GOAL OF THE EXERCISE -
Search for the word "ticket" in the entries. Each line that holds it should be copied.

GIVEN ENTRIES -

----------------

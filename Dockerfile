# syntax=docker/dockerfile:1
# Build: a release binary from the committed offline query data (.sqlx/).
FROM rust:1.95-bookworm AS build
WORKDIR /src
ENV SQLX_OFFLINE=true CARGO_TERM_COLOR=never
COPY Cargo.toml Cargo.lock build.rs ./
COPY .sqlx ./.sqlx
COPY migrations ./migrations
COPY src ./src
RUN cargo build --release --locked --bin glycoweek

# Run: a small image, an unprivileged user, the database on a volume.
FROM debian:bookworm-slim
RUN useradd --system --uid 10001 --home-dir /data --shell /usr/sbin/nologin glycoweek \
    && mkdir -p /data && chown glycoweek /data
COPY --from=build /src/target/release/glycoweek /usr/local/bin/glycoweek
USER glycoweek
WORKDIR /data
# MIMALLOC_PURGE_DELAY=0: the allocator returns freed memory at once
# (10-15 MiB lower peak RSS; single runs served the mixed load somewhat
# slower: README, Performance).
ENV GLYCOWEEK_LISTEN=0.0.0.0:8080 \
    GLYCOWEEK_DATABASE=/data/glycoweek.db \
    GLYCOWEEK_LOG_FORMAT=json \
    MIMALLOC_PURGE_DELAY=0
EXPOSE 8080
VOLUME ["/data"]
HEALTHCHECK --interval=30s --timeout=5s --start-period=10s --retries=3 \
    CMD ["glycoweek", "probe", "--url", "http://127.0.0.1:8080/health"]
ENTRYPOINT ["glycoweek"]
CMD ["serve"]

----------------

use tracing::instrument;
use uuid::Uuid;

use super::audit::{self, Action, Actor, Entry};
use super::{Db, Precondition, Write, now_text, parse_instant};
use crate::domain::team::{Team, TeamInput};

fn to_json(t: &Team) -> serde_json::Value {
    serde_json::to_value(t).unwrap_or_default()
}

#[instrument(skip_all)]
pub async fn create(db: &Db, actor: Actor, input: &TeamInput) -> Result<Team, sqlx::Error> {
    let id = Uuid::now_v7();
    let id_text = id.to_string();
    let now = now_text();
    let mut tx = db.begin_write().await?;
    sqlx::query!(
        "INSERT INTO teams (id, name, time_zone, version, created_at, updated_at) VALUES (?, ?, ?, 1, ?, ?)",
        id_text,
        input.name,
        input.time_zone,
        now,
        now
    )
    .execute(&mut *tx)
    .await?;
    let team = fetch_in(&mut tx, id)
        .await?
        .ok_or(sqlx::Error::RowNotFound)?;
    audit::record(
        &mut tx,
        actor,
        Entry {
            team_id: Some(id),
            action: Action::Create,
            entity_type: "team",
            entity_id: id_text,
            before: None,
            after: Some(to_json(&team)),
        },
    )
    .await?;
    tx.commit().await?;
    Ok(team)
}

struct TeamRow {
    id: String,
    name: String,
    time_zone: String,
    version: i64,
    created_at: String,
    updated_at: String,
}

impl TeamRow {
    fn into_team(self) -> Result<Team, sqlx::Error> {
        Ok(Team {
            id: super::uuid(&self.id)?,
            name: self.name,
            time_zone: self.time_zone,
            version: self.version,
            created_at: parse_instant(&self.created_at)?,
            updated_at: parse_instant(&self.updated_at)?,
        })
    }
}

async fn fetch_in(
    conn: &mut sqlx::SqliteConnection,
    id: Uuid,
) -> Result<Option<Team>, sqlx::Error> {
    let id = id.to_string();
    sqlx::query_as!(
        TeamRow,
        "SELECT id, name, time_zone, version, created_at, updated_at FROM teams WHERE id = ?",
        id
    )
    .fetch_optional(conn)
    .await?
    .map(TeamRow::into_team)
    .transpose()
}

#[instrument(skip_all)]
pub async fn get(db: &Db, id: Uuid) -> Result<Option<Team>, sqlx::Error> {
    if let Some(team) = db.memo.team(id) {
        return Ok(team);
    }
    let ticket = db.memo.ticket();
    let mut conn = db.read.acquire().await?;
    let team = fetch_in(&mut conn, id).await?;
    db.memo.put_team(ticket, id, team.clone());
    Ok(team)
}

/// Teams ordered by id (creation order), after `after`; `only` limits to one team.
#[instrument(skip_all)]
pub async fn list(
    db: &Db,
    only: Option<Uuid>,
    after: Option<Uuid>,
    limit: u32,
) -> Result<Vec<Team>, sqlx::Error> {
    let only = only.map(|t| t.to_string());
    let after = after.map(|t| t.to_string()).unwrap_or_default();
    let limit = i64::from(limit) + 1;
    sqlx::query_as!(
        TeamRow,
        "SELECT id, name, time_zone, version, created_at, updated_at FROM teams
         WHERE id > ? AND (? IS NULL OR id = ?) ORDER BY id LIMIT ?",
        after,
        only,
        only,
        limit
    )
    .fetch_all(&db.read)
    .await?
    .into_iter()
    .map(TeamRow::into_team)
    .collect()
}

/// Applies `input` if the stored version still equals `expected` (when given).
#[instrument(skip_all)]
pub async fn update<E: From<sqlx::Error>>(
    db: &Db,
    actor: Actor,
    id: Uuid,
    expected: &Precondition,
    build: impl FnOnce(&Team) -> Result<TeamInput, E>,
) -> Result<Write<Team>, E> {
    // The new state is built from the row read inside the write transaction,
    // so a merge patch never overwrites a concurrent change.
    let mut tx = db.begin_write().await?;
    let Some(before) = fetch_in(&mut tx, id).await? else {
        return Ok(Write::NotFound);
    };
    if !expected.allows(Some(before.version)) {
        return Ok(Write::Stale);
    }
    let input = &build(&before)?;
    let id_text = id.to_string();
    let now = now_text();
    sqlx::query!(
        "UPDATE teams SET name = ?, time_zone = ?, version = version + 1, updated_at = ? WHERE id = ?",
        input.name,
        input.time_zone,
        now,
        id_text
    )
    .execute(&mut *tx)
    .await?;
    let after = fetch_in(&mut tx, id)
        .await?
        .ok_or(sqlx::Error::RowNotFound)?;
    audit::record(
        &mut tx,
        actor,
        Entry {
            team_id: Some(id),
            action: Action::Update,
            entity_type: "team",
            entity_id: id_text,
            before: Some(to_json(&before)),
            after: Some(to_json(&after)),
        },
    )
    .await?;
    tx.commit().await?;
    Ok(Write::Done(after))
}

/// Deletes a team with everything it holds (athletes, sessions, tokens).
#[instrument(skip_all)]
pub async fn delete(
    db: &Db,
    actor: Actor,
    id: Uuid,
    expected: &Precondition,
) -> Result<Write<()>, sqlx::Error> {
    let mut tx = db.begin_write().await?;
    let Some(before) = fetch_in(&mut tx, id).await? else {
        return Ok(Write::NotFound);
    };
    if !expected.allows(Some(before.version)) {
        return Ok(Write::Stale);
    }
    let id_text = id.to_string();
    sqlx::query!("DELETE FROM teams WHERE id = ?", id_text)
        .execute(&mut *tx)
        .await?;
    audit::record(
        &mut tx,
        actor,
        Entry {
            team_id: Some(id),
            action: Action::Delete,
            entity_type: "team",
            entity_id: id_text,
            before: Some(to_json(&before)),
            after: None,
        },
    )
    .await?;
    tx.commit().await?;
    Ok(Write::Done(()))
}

----------------

RESPONSE TO THE EXERCISE -
    let ticket = db.memo.ticket();
    db.memo.put_team(ticket, id, team.clone());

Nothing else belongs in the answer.